:: WORK TO COMPLETE ::
Track down each line below containing the string "molar" and copy it.

:: PROVIDED RECORDS ::
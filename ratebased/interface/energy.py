"""Energy flux through one film, conduction with the high-flux (Ackermann) factor, and its derivatives.

In a film E = q + sum_i N_i H_i(T) is constant. With the mean heat capacity of each component between the two
temperatures of the film, cp_i = (H_i(T_b) - H_i(T_I))/(T_b - T_I) (its limit dH_i/dT where they are equal), a = sum_i
N_i cp_i/h and B(z) = z/(e^z - 1), conduction at the bulk face is h B(a) (T_V - T_I) in the vapour and
h B(-a) (T_I - T_L) in the liquid (Ackermann 1937), and E written at the bulk face and at the interface agree for every
H(T), because B(-a) - B(a) = a.

Both temperatures take the partial molar enthalpies at the bulk composition of the film: E then is one constant along
the film, and its value at the bulk face is the one the balances of the bulk need.
"""
from __future__ import annotations

from dataclasses import dataclass

import numpy as np
from numpy.typing import NDArray

Array = NDArray[np.float64]

EQUAL_TEMPERATURES = 1e-3
"""K. Closer than this the difference quotient of H is replaced by dH/dT at the interface temperature."""


OVERFLOW = 300.0
"""Argument of the exponential beyond which B(z) is zero to all digits."""


def bernoulli(z: Array) -> Array:
    """B(z) = z/(e^z - 1): 1 at zero, free of overflow."""
    size = np.abs(np.asarray(z, dtype=float))
    small = size < 1e-4
    if small.any():
        size = np.where(small, 1.0, size)
    positive = size / np.expm1(np.minimum(size, OVERFLOW))      # B(|z|); B(-|z|) = B(|z|) + |z|
    value = np.where(z > 0, positive, positive + size)
    return np.where(small, 1.0 - z / 2.0 + z * z / 12.0, value)


def bernoulli_slope(z: Array) -> Array:
    """dB/dz: -1/2 at zero, free of overflow."""
    size = np.abs(np.asarray(z, dtype=float))
    small = size < 1e-2
    if small.any():
        size = np.where(small, 1.0, size)
    d = np.expm1(np.minimum(size, OVERFLOW))
    positive = (1.0 - size / d * (d + 1.0)) / d                 # at |z|; dB/dz(-z) = -1 - dB/dz(z)
    value = np.where(z > 0, positive, -1.0 - positive)
    return np.where(small, -0.5 + z / 6.0 - z ** 3 / 180.0, value)


@dataclass(frozen=True)
class Conduction:
    """Energy flux of one film at given N and T_I, and what its derivatives are made of, (...) each but cp (..., n).

    E : W/m2 from vapour to liquid. q_bulk : conduction at the bulk face. rate_factor : a = sum N cp/h. jump : T_b -
    T_I.
    """

    E: Array
    q_bulk: Array
    rate_factor: Array
    jump: Array
    cp: Array


def conduction(N: Array, T_interface: Array, T_bulk: Array, h: Array, H_bulk: Array, H_interface: Array,
               slope_interface: Array, side: int) -> Conduction:
    """`Conduction` of the vapour (side = 1) or liquid (side = -1) film; arguments as in `film_energy`."""
    jump = T_bulk - T_interface
    near = np.abs(jump) < EQUAL_TEMPERATURES
    if near.any():
        cp = np.where(near[..., None], slope_interface, (H_bulk - H_interface) / np.where(near, 1.0, jump)[..., None])
    else:
        cp = (H_bulk - H_interface) / jump[..., None]
    a = dot(N, cp) / h
    q = side * h * bernoulli(side * a) * jump
    return Conduction(q + dot(N, H_bulk), q, a, jump, cp)


def dot(a: Array, b: Array) -> Array:
    """Sum over components."""
    return np.asarray(np.einsum("...i,...i->...", a, b))


@dataclass(frozen=True)
class FilmEnergy:
    """Energy flux of one film from vapour to liquid, W/m2, (...), and what it depends on.

    E : energy flux. q_bulk, q_interface : conduction at the two faces. rate_factor : a = sum N cp/h.
    dN (..., n), dT_interface (...) : derivatives of E by the fluxes and by T_I.
    dbulk (..., n + 1) or None : by the bulk composition (column j along e_j - e_n, the last zero) and its temperature;
    dbulk_enthalpy : the part of it that is sum_i N_i dH_i, the rest belongs to q_bulk.
    """

    E: Array
    q_bulk: Array
    q_interface: Array
    rate_factor: Array
    dN: Array
    dT_interface: Array
    dbulk: Array | None
    dbulk_enthalpy: Array | None


def film_energy(N: Array, T_interface: Array, T_bulk: Array, h: Array, H_bulk: Array, H_interface: Array,
                slope_interface: Array, side: int, *, slope_bulk: Array | None = None,
                H_bulk_composition: Array | None = None, H_interface_composition: Array | None = None) -> FilmEnergy:
    """`FilmEnergy` of the vapour (side = 1) or liquid (side = -1) film.

    N (..., n); T, h (...); H_bulk, H_interface: partial molar enthalpies at the bulk composition and the two
    temperatures, J/mol, (..., n); slope_*: dH/dT there; H_*_composition: dH_i/dc_j along e_j - e_n, (..., n, n), None
    where H does not depend on composition.
    """
    c = conduction(N, T_interface, T_bulk, h, H_bulk, H_interface, slope_interface, side)
    B, dB = bernoulli(side * c.rate_factor), bernoulli_slope(side * c.rate_factor)
    dN = H_bulk + (dB * c.jump)[..., None] * c.cp
    dT_interface = -side * h * B + dB * dot(N, c.cp - slope_interface)
    dbulk = dbulk_enthalpy = None
    if slope_bulk is not None:
        dbulk_enthalpy = np.zeros((*np.shape(c.E), N.shape[-1] + 1))
        dbulk_enthalpy[..., -1] = dot(N, slope_bulk)
        dbulk = np.array(dbulk_enthalpy)
        dbulk[..., -1] += side * h * B + dB * (dbulk_enthalpy[..., -1] - dot(N, c.cp))
        if H_bulk_composition is not None and H_interface_composition is not None:
            dbulk_enthalpy[..., :-1] = (N[..., None] * H_bulk_composition).sum(-2)
            by_interface = (N[..., None] * H_interface_composition).sum(-2)
            dbulk[..., :-1] = dbulk_enthalpy[..., :-1] + dB[..., None] * (dbulk_enthalpy[..., :-1] - by_interface)
    return FilmEnergy(c.E, c.q_bulk, side * h * bernoulli(-side * c.rate_factor) * c.jump, c.rate_factor, dN,
                      dT_interface, dbulk, dbulk_enthalpy)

:: OUTPUT OF THE EXERCISE ::
Both temperatures take the partial molar enthalpies at the bulk composition of the film: E then is one constant along
    N (..., n); T, h (...); H_bulk, H_interface: partial molar enthalpies at the bulk composition and the two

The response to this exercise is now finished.